By 2020 Gartner predicts as many as 25 billion devices[i] will be connected to the Internet, as the Internet of Things (IoT) erupts with an unending stream from wearables, smart vehicles, smart appliances, smart everything that can offer consumer data to enterprises and potentially reveal entirely new insights through analytics. Until then, EMC estimates data will double every two years, resulting in every man, woman, and child on the planet generating about 5.2 terabytes in 2020 alone[ii].
Hadoop* has emerged as the framework designed to enable companies to leverage this rising tide of information. But companies already using High-performance Computing (HPC) with a Lustre* file system for simulations, such as those in the financial, oil and gas, and manufacturing sectors, want to convert some of their HPC cycles to Big Data analytics. This puts Lustre at the core of the convergence of Big Data and HPC.
“HPC and Big Data convergence is very recent,” say Ute Gojrzewski, of Intel’s High Performance Data Division (HPDD). “So we are coming up with ways to make it efficient and performant. We want to show customers how well Big Data can run on HPC.”
Intel has added two components to its Intel® Enterprise Edition for Lustre* software to help accelerate this convergence. According to Gabriele Paciucci, a Solutions Architect for Intel HPDD, they are seeing up to 3X speedup in Hadoop jobs running on HPC clusters in their Swindon, U.K. lab with Lustre compared to running on HDFS using their software.
Meet HAL—HPC Adapter for Lustre
Intel developers have written a file system interface to Hadoop called HAL (Hadoop Adapter for Lustre) that replaces HDFS with Lustre. With HAL, Hadoop behaves as if it’s reading from and writing to HDFS. HAL removes the need for replicated local storage and the work necessary to convert data from Lustre to the Hadoop Distributed File System (HDFS).

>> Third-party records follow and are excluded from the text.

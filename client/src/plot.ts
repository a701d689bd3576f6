/**
 * The concentration plot: chart.js line chart (parsing off, min–max decimation for long
 * series), linear or logarithmic y, target windows shaded, dose times marked, the kept
 * reference drawn dashed underneath the current run.
 */
import {
  Chart,
  Decimation,
  Legend,
  LinearScale,
  LineController,
  LineElement,
  LogarithmicScale,
  PointElement,
  Tooltip,
  type ChartDataset,
  type ChartOptions,
} from 'chart.js';
import type { SimulationResultJson } from '../../models/result-format.ts';
import { fmt } from '../../models/summary-text.ts';
import { concentrationFactor, timeFactor } from './quantity.ts';
import { doseMarksPlugin, windowBandPlugin, type Band } from './plot-plugins.ts';

/** A data point as chart.js takes it with parsing off. */
export interface XY {
  x: number;
  y: number;
}

Chart.register(LineController, LineElement, PointElement, LinearScale, LogarithmicScale, Tooltip, Legend, Decimation);

export const seriesPalette = ['#1f6f8b', '#b5562b', '#5a7d2c', '#7b4f9d', '#a0346a', '#3d5a80', '#8c6d1f', '#2a7f62'];
const bandFills = ['rgba(76, 150, 120, 0.13)', 'rgba(190, 120, 60, 0.12)', 'rgba(110, 90, 170, 0.12)', 'rgba(60, 110, 170, 0.12)'];
const bandEdges = ['rgba(48, 110, 86, 0.75)', 'rgba(150, 90, 40, 0.75)', 'rgba(90, 70, 150, 0.75)', 'rgba(40, 90, 150, 0.75)'];

export interface PlotState {
  current: SimulationResultJson | null;
  reference: SimulationResultJson | null;
  /** Compartment ids to draw (those with a concentration). */
  selected: string[];
  log: boolean;
  /** Visible x range; null for the whole span. */
  range: { min: number; max: number } | null;
}

/** Colour of a compartment: by its place in the current result, so it stays put when others are hidden. */
export function colourOf(result: SimulationResultJson, id: string): string {
  const i = Object.entries(result.compartments)
    .filter(([, s]) => s.concentration !== null)
    .map(([k]) => k)
    .indexOf(id);
  return seriesPalette[(i < 0 ? 0 : i) % seriesPalette.length];
}

function withAlpha(hex: string, alpha: number): string {
  const n = parseInt(hex.slice(1), 16);
  return `rgba(${(n >> 16) & 255}, ${(n >> 8) & 255}, ${n & 255}, ${alpha})`;
}

function points(times: number[], values: (number | null)[], log: boolean, tf = 1, cf = 1): XY[] {
  const out: XY[] = [];
  for (let i = 0; i < times.length; i++) {
    const y = values[i];
    if (y === null || !Number.isFinite(y)) continue;
    if (log && !(y > 0)) continue;
    out.push({ x: times[i] * tf, y: y * cf });
  }
  return out;
}

export class PlotView {
  readonly chart: Chart<'line', XY[]>;
  private state: PlotState = { current: null, reference: null, selected: [], log: false, range: null };
  /** Set when the reference was in other units that could not be converted. */
  referenceNote = '';

  constructor(canvas: HTMLCanvasElement) {
    const options: ChartOptions<'line'> = {
      parsing: false,
      animation: false,
      responsive: true,
      maintainAspectRatio: false,
      interaction: { mode: 'nearest', axis: 'x', intersect: false },
      elements: { point: { radius: 0, hitRadius: 4, hoverRadius: 4 }, line: { borderWidth: 2, tension: 0 } },
      scales: {
        x: { type: 'linear', title: { display: true, text: 'time' }, ticks: { maxTicksLimit: 12 } },
        y: { type: 'linear', title: { display: true, text: 'concentration' }, beginAtZero: true },
      },
      plugins: {
        decimation: { enabled: true, algorithm: 'min-max' },
        legend: { position: 'bottom', labels: { boxWidth: 24, boxHeight: 2, usePointStyle: false } },
        tooltip: {
          callbacks: {
            title: (items) => {
              const u = this.state.current?.units;
              return items.length ? `t = ${fmt(items[0].parsed.x)} ${u?.time ?? ''}` : '';
            },
            label: (item) => {
              const u = this.state.current?.units;
              return `${item.dataset.label ?? ''}: ${fmt(item.parsed.y)} ${u?.concentration ?? ''}`;
            },
          },
        },
      },
    };
    this.chart = new Chart<'line', XY[]>(canvas, {
      type: 'line',
      data: { datasets: [] },
      options,
      plugins: [windowBandPlugin(() => this.bands()), doseMarksPlugin(() => this.doseTimes(), 'rgba(70, 80, 100, 0.28)')],
    });
  }

  get current(): SimulationResultJson | null {
    return this.state.current;
  }

  update(next: Partial<PlotState>): void {
    this.state = { ...this.state, ...next };
    const { current, reference, selected, log } = this.state;
    const datasets: ChartDataset<'line', XY[]>[] = [];
    this.referenceNote = '';
    if (current) {
      const u = current.units;
      if (reference) {
        const tf = timeFactor(reference.units.time, u.time);
        const cf = reference.units.concentration === u.concentration ? 1 : concentrationFactor(reference.units.concentration, u.concentration);
        if (tf === null || cf === null) {
          this.referenceNote = `The reference is in ${reference.units.time} and ${reference.units.concentration}, which cannot be put on this plot's axes.`;
        } else {
          for (const id of selected) {
            const s = reference.compartments[id];
            if (!s || !s.concentration) continue;
            const colour = colourOf(current, id);
            datasets.push({
              label: `${id} — reference`,
              data: points(reference.times, s.concentration, log, tf, cf),
              borderColor: withAlpha(colour, 0.75),
              backgroundColor: withAlpha(colour, 0.75),
              borderDash: [6, 4],
              borderWidth: 1.6,
              order: 2,
            });
          }
        }
      }
      for (const id of selected) {
        const s = current.compartments[id];
        if (!s || !s.concentration) continue;
        const colour = colourOf(current, id);
        datasets.push({
          label: s.label && s.label !== id ? `${id} (${s.label})` : id,
          data: points(current.times, s.concentration, log),
          borderColor: colour,
          backgroundColor: colour,
          order: 1,
        });
      }
    }
    const chart = this.chart;
    chart.data.datasets = datasets;
    const empty = chart.canvas.parentElement?.querySelector<HTMLElement>('.plot-empty');
    if (empty) empty.hidden = current !== null;
    const legend = chart.options.plugins?.legend;
    if (legend) legend.display = datasets.length > 1;
    const opts = chart.options;
    const x = opts.scales?.x;
    const y = opts.scales?.y;
    if (x && y && !current) {
      x.min = 0;
      x.max = 1;
      y.min = 0;
      y.max = 1;
      y.suggestedMax = undefined;
      x.title = { display: false, text: '' };
      y.title = { display: false, text: '' };
    }
    if (x && y && current) {
      const times = current.times;
      const span = { min: times[0] ?? 0, max: times[times.length - 1] ?? 1 };
      const range = this.state.range ?? span;
      x.min = range.min;
      x.max = range.max;
      x.title = { display: true, text: `time (${current.units.time})` };
      const [lo, dataHi] = this.visibleRange(datasets, range.min, range.max);
      // Show the upper edge of a target window when it is near the curves.
      const edges = this.bands().map((b) => b.upper ?? b.lower ?? 0);
      const hi = Math.max(dataHi, ...edges.filter((e) => e <= 1.6 * dataHi));
      y.type = log ? 'logarithmic' : 'linear';
      y.title = { display: true, text: `concentration (${current.units.concentration})${log ? ', log scale' : ''}` };
      // chart.js fits y to the points inside the x range; these only widen it to the window edge
      // and keep a log axis to five decades below the peak.
      y.max = undefined;
      y.suggestedMax = hi > 0 ? hi * (log ? 1.2 : 1.02) : undefined;
      y.min = log ? (hi > 0 ? Math.max(lo, hi * 1e-5) : undefined) : 0;
    }
    chart.update('none');
  }

  /** Smallest positive and largest value of the drawn curves within [min, max]. */
  private visibleRange(datasets: ChartDataset<'line', XY[]>[], min: number, max: number): [number, number] {
    let lo = Infinity;
    let hi = 0;
    for (const d of datasets) {
      for (const p of d.data) {
        if (p.x < min || p.x > max) continue;
        if (p.y > hi) hi = p.y;
        if (p.y > 0 && p.y < lo) lo = p.y;
      }
    }
    return [Number.isFinite(lo) ? lo : 0, hi];
  }

  private bands(): Band[] {
    const { current, selected } = this.state;
    if (!current) return [];
    const out: Band[] = [];
    const unit = current.units.concentration;
    selected.forEach((id) => {
      const figures = current.metrics.compartments[id];
      if (!figures) return;
      for (const w of figures.overall.windows) {
        const k = out.length % bandFills.length;
        const edges = w.above !== null && w.below !== null ? `${fmt(w.above)}–${fmt(w.below)}` : w.above !== null ? `above ${fmt(w.above)}` : `below ${fmt(w.below)}`;
        out.push({ lower: w.above, upper: w.below, fill: bandFills[k], edge: bandEdges[k], text: `${id} window ${edges} ${unit}` });
      }
    });
    return out;
  }

  private doseTimes(): number[] {
    const current = this.state.current;
    if (!current) return [];
    return current.events.filter((e) => e.kind === 'bolus' || e.kind === 'infusion-start').map((e) => e.time);
  }
}
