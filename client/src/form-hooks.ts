/** What every form may ask of the page: re-render, announce, forget field errors. */
export interface FormHooks {
  /** Re-render every form, keeping keyboard focus where it was. */
  rerender(focusAfter?: string): void;
  /** Say something in the polite status region. */
  announce(message: string): void;
  /** Forget field errors (their paths shift when rows are added or removed). */
  clearErrors(): void;
}
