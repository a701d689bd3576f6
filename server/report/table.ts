/**
 * Tables that flow over pages: rows are measured before they are drawn, a row that would
 * cross the bottom margin starts a new page, and the header (with the caption marked
 * "continued") is drawn again at the top of every page the table reaches. A table's note
 * (`footnote`) is drawn under it and never alone: when the note does not fit under the last
 * rows, those rows go to the next page with it.
 */
import { contentBottom, contentLeft, contentTop, contentWidth, ensureSpace, font, palette, type } from './document.ts';

export interface Column {
  header: string;
  /** Share of the table width (the shares are normalised). */
  width: number;
  align?: 'left' | 'right' | 'center';
}

export interface Cell {
  text: string;
  bold?: boolean;
  color?: string;
}

export interface TableSpec {
  columns: Column[];
  rows: (string | Cell)[][];
  /** Shown above the table, and again with "(continued)" on later pages. */
  caption?: string;
  size?: number;
  /** Shade every other row for long tables. */
  zebra?: boolean;
  /** Share of the content width the table takes, from the left margin (default 1). */
  width?: number;
  /** A note that belongs to the table, drawn under it and kept on a page with its last rows. */
  footnote?: string;
}

/** Rows that go to a new page with the footnote rather than leave it alone on one. */
const rowsKeptWithNote = 2;

const padX = 3.5;
const padY = 2.2;

function cellOf(value: string | Cell): Cell {
  return typeof value === 'string' ? { text: value } : value;
}

export interface TableResult {
  /** Pages the table was drawn on (0-based, as PDFKit buffers them). */
  pages: number[];
  /** Page of the last row, and of the footnote when there is one (0-based). */
  lastRowPage: number;
  footnotePage: number | null;
}

export function drawTable(doc: PDFKit.PDFDocument, spec: TableSpec): TableResult {
  const size = spec.size ?? type.small;
  const tableWidth = contentWidth * Math.min(1, Math.max(0.2, spec.width ?? 1));
  const total = spec.columns.reduce((s, c) => s + c.width, 0);
  const widths = spec.columns.map((c) => (c.width / total) * tableWidth);
  const lefts: number[] = [];
  widths.reduce((x, w) => (lefts.push(x), x + w), contentLeft);
  const pages: number[] = [];
  const currentPage = () => doc.bufferedPageRange().start + doc.bufferedPageRange().count - 1;

  const measure = (cells: Cell[], bold: boolean): number => {
    let h = 0;
    cells.forEach((cell, i) => {
      doc.font(bold || cell.bold ? font.bold : font.regular).fontSize(size);
      h = Math.max(h, doc.heightOfString(cell.text || ' ', { width: widths[i] - 2 * padX, lineGap: 0 }));
    });
    return h + 2 * padY;
  };

  const headerCells = spec.columns.map((c) => ({ text: c.header }));
  const headerHeight = measure(headerCells, true);
  const captionHeight = spec.caption ? size * 1.5 + 3 : 0;

  const drawRow = (cells: Cell[], y: number, height: number, header: boolean, shade: boolean): void => {
    if (header || shade) {
      doc.save().rect(contentLeft, y, tableWidth, height).fillColor(header ? palette.faint : '#f7f8fa').fill().restore();
    }
    cells.forEach((cell, i) => {
      doc
        .font(header || cell.bold ? font.bold : font.regular)
        .fontSize(size)
        .fillColor(cell.color ?? (header ? palette.text : palette.text));
      doc.text(cell.text, lefts[i] + padX, y + padY, { width: widths[i] - 2 * padX, align: spec.columns[i].align ?? 'left', lineGap: 0 });
    });
  };

  const rule = (y: number, weight: number, color: string = palette.rule) => {
    doc.save().moveTo(contentLeft, y).lineTo(contentLeft + tableWidth, y).lineWidth(weight).strokeColor(color).stroke().restore();
  };

  const startPage = (continued: boolean): number => {
    let y = doc.y;
    if (spec.caption) {
      doc.font(font.bold).fontSize(size + 0.6).fillColor(palette.text);
      doc.text(continued ? `${spec.caption} (continued)` : spec.caption, contentLeft, y, { width: contentWidth, lineBreak: false });
      y += captionHeight;
    }
    rule(y, 0.8, palette.text);
    drawRow(headerCells, y, headerHeight, true, false);
    y += headerHeight;
    rule(y, 0.6, palette.text);
    pages.push(currentPage());
    return y;
  };

  const noteGap = 6;
  const footnoteHeight = spec.footnote ? (doc.font(font.regular).fontSize(type.small), doc.heightOfString(spec.footnote, { width: contentWidth, lineGap: 1 }) + noteGap) : 0;
  const heights = spec.rows.map((raw) => measure(raw.map(cellOf), false));
  // Height from row r to the end of the table, note included, for the rows kept with the note.
  const tail = (r: number): number => heights.slice(r).reduce((a, b) => a + b, 0) + footnoteHeight;
  const keepFrom = spec.footnote ? Math.max(0, spec.rows.length - rowsKeptWithNote) : spec.rows.length;
  const firstRow = spec.rows.length === 0 ? footnoteHeight : keepFrom === 0 ? tail(0) : heights[0];
  ensureSpace(doc, captionHeight + headerHeight + firstRow + 4);
  let y = startPage(false);
  let rowsOnPage = 0;
  spec.rows.forEach((raw, r) => {
    const cells = raw.map(cellOf);
    const height = heights[r];
    const needed = r === keepFrom && rowsOnPage > 0 ? tail(r) : height;
    if (y + needed > contentBottom) {
      doc.addPage();
      doc.y = contentTop;
      y = startPage(true);
      rowsOnPage = 0;
    }
    drawRow(cells, y, height, false, Boolean(spec.zebra) && r % 2 === 1);
    y += height;
    rowsOnPage++;
  });
  rule(y, 0.8, palette.text);
  const lastRowPage = currentPage();
  doc.x = contentLeft;
  doc.y = y + noteGap;
  let footnotePage: number | null = null;
  if (spec.footnote) {
    doc.font(font.regular).fontSize(type.small).fillColor(palette.muted);
    doc.text(spec.footnote, contentLeft, doc.y, { width: contentWidth, lineGap: 1 });
    footnotePage = currentPage();
    doc.y += 4;
  }
  doc.font(font.regular).fontSize(type.body).fillColor(palette.text);
  return { pages, lastRowPage, footnotePage };
}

Meet HAM—Hadoop Adapter for MapReduce
Hadoop is essentially a workload manager for Hadoop’s MapReduce process, which spreads the work out over a cluster, maps the data, shuffles it horizontally across the nodes, reduces it down, and digests the results. To run Hadoop on HPC, Intel has made Hadoop jobs look like any other HPC job by creating a specially written interface to the HPC Slurm (Simple Linux Utility for Resource Management) job scheduler. The Intel connector is called HAM, which stands for HPC Adaptor for MapReduce.
Eliminating the Hadoop Shuffle
The two adapters have an important impact on Hadoop’s shuffle phase, which might need to move hundreds of terabytes of data across a cluster, a time consuming process even over a 10 gigabit Ethernet wire. With HAM and HAL, Hadoop writes all the data to a globally accessible Lustre data store at up to 2 TB/sec, removing the need to communicate sideways to share the results. The shuffle part of MapReduce simply disappears. For Reductions, MapReduce just reads the results back. That delivers a significant savings in terms of time to solution.
Leveraging Big Data Today
The convergence of Big Data analytics on HPC is just beginning. But, with HAM and HAL and the work Intel has done in their Intel Enterprise Edition for Lustre software, companies can begin adopting analytics written for Hadoop and run them on their HPC clusters. The potential benefits are huge, considering the expense and expertise required to set up and manage Hadoop clusters with dedicated storage. Enterprises with available HPC cycles and their data in Lustre can take advantage of their existing infrastructure and start leveraging Big Data analytics now.